→ **Task details**: Return, exactly as written, every line from the first line of the data below through the line that contains "farms.plant(web, coast, core, settings)".

[Opening Records provided section]

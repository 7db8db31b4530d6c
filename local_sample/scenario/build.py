"""`generate`: the parts of the scenario in order."""

from dataclasses import dataclass

import numpy as np
import pyarrow as pa

from scenario import farms, honest, lists, lookalikes, rows
from scenario.settings import Settings
from scenario.web import FIRST_UNFOLLOWED_REL, IntArray, Web


@dataclass(frozen=True, kw_only=True)
class Graph:
    """The graph that the rows mean: canonical hosts, and one link a pair that is followed, no self-links.

    `sources` and `destinations` are (n_links,) positions in `hosts`, ordered by source, then destination.
    `core` maps each slice to the positions of its members.
    """

    hosts: tuple[str, ...]
    sources: IntArray
    destinations: IntArray
    core: dict[str, IntArray]


@dataclass(frozen=True, kw_only=True)
class Scenario:
    """One generated web.

    `edges` has src, dst string, links int64, rel string (all nullable) and part int32; `core` has host,
    slice, weight, reviewed_on, reviewer, note and `known_spam` host, note, all string; `truth` has one row
    a host in the order of `graph.hosts`: host, role, shape, group, all string. `graph` says the same as
    `edges` without the dirt, for checks and experiments that need no engine.
    """

    settings: Settings
    edges: pa.Table
    core: pa.Table
    known_spam: pa.Table
    truth: pa.Table
    graph: Graph


def generate(settings: Settings) -> Scenario:
    """Make the scenario of these settings; equal settings give equal rows (on one numpy version)."""
    web = Web()
    coast = honest.plant(web, settings)
    lookalikes.plant(web, coast, settings)
    # The core is chosen among hosts that exist before the farms; about a fifth of all hosts is still to come.
    core = lists.choose_core(coast, settings, settings.scaled(20_000))
    farms.plant(web, coast, core, settings)
    rows.plant_odd_hosts(web, coast, settings)
    rows.adopt_unlinked(web, coast, settings)
    return Scenario(
        settings=settings,
        edges=rows.edge_rows(web, settings),
        core=lists.core_table(web, core, settings),
        known_spam=lists.known_spam_table(web, settings),
        truth=pa.table(
            {
                "host": pa.array(web.names, pa.string()),
                "role": pa.array(web.roles, pa.string()),
                "shape": pa.array(web.shapes, pa.string()),
                "group": pa.array(web.groups, pa.string()),
            }
        ),
        graph=_graph(web, core),
    )


def _graph(web: Web, core: dict[str, IntArray]) -> Graph:
    source, destination, rel = web.links()
    followed = (rel < FIRST_UNFOLLOWED_REL) & (source != destination)
    n_hosts = len(web.names)
    # One integer a pair, so that sorting and merging is one pass.
    pairs = np.unique(source[followed] * n_hosts + destination[followed])
    return Graph(hosts=tuple(web.names), sources=pairs // n_hosts, destinations=pairs % n_hosts, core=core)
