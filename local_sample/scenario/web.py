"""The web under construction: hosts by number, links between them, and the truth about each."""

from collections.abc import Iterable, Sequence

import numpy as np
from numpy.typing import NDArray

IntArray = NDArray[np.int64]
FloatArray = NDArray[np.float64]

# Values of `rel` as crawled pages carry them, null first; the second part marks the ones that say
# nofollow, ugc or sponsored, which is what the sample's own check of the graph goes by.
RELS: tuple[str | None, ...] = (
    None,
    "noopener",
    "noopener noreferrer",
    "me",
    "external",
    "nofollow",
    "UGC",
    "sponsored noopener",
    "NoFollow, External",
    "ugc\tnofollow",
)
REL_SHARES: tuple[float, ...] = (0.86, 0.05, 0.03, 0.005, 0.01, 0.025, 0.008, 0.006, 0.004, 0.002)
FIRST_UNFOLLOWED_REL = 5


class Web:
    """Hosts and links as they are planted, before anything is spelled badly or repeated.

    Host numbers run from 0 in order of planting. `role` is one of target, booster, feeder, abused, lookalike,
    community, good; `shape` and `group` name the structure a host belongs to, empty for none.
    """

    def __init__(self) -> None:
        self.names: list[str] = []
        self.roles: list[str] = []
        self.shapes: list[str] = []
        self.groups: list[str] = []
        # Hosts that are always written another way than their canonical name (IDN, IPv6).
        self.spellings: dict[int, str] = {}
        self._taken: set[str] = set()
        self._links: list[tuple[IntArray, IntArray, IntArray]] = []

    def add_hosts(
        self, names: Iterable[str], *, role: str = "good", shape: str = "", group: str = ""
    ) -> IntArray:
        """Plant hosts; a name that is taken gets a number in its first label. Returns their numbers, (n,)."""
        first = len(self.names)
        for name in names:
            free, number = name, 2
            while free in self._taken:
                label, rest = name.split(".", 1)
                free, number = f"{label}-{number}.{rest}", number + 1
            self._taken.add(free)
            self.names.append(free)
        count = len(self.names) - first
        self.roles += [role] * count
        self.shapes += [shape] * count
        self.groups += [group] * count
        return np.arange(first, first + count, dtype=np.int64)

    def mark(self, hosts: IntArray, *, role: str, shape: str, group: str) -> None:
        """Give hosts planted earlier another part to play."""
        for host in hosts.tolist():
            self.roles[host], self.shapes[host], self.groups[host] = role, shape, group

    def add_links(
        self, sources: IntArray | int, destinations: IntArray | int, rel: IntArray | int = 0
    ) -> None:
        """Plant links, one a pair of the broadcast arguments; `rel` are positions in `RELS`."""
        source, destination, code = np.broadcast_arrays(sources, destinations, rel)
        self._links.append(
            (
                source.ravel().astype(np.int64),
                destination.ravel().astype(np.int64),
                code.ravel().astype(np.int64),
            )
        )

    def links(self) -> tuple[IntArray, IntArray, IntArray]:
        """Sources, destinations and positions in `RELS` of all links so far, each (m,), as planted."""
        source, destination, rel = (np.concatenate(part) for part in zip(*self._links, strict=True))
        return source, destination, rel


class WeightedGroups:
    """Draws members of groups in proportion to their weights; `group` and `weight` are (n,)."""

    def __init__(self, group: IntArray, weight: FloatArray) -> None:
        self._order = np.argsort(group, kind="stable")
        self._ends = np.concatenate([[0.0], np.cumsum(weight[self._order])])
        self._starts = np.searchsorted(group[self._order], np.arange(int(group.max()) + 2))

    def draw(self, group: IntArray, uniform: FloatArray) -> IntArray:
        """One member of each wanted group, (m,); a group that is drawn from must have members."""
        first, behind = self._starts[group], self._starts[group + 1]
        low, high = self._ends[first], self._ends[behind]
        place = np.searchsorted(self._ends, low + uniform * (high - low), side="right") - 1
        # Rounding may put a draw just beside its group.
        place = np.clip(place, first, behind - 1)
        member: IntArray = self._order[place]
        return member


def power_law(uniform: FloatArray, alpha: float, largest: float) -> FloatArray:
    """Pareto values of at least 1 with tail exponent `alpha`, cut at `largest`, from uniform ones."""
    return np.minimum((1.0 - uniform) ** (-1.0 / alpha), largest)


def choose(rng: np.random.Generator, among: IntArray, count: int) -> IntArray:
    """`count` different members of `among`, or all of them where there are fewer."""
    return among[np.argsort(rng.random(len(among)), kind="stable")[:count]]


def draw_words(rng: np.random.Generator, words: Sequence[str], count: int) -> list[str]:
    """`count` words, with repetition."""
    return [words[place] for place in (rng.random(count) * len(words)).astype(np.int64).tolist()]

[Closing Records provided section]

→ **Result of this exercise**:
repository 7db8db31b4530d6c
filename local_sample/scenario/build.py
"""`generate`: the parts of the scenario in order."""

from dataclasses import dataclass

import numpy as np
import pyarrow as pa

from scenario import farms, honest, lists, lookalikes, rows
from scenario.settings import Settings
from scenario.web import FIRST_UNFOLLOWED_REL, IntArray, Web


@dataclass(frozen=True, kw_only=True)
class Graph:
    """The graph that the rows mean: canonical hosts, and one link a pair that is followed, no self-links.

    `sources` and `destinations` are (n_links,) positions in `hosts`, ordered by source, then destination.
    `core` maps each slice to the positions of its members.
    """

    hosts: tuple[str, ...]
    sources: IntArray
    destinations: IntArray
    core: dict[str, IntArray]


@dataclass(frozen=True, kw_only=True)
class Scenario:
    """One generated web.

    `edges` has src, dst string, links int64, rel string (all nullable) and part int32; `core` has host,
    slice, weight, reviewed_on, reviewer, note and `known_spam` host, note, all string; `truth` has one row
    a host in the order of `graph.hosts`: host, role, shape, group, all string. `graph` says the same as
    `edges` without the dirt, for checks and experiments that need no engine.
    """

    settings: Settings
    edges: pa.Table
    core: pa.Table
    known_spam: pa.Table
    truth: pa.Table
    graph: Graph


def generate(settings: Settings) -> Scenario:
    """Make the scenario of these settings; equal settings give equal rows (on one numpy version)."""
    web = Web()
    coast = honest.plant(web, settings)
    lookalikes.plant(web, coast, settings)
    # The core is chosen among hosts that exist before the farms; about a fifth of all hosts is still to come.
    core = lists.choose_core(coast, settings, settings.scaled(20_000))
    farms.plant(web, coast, core, settings)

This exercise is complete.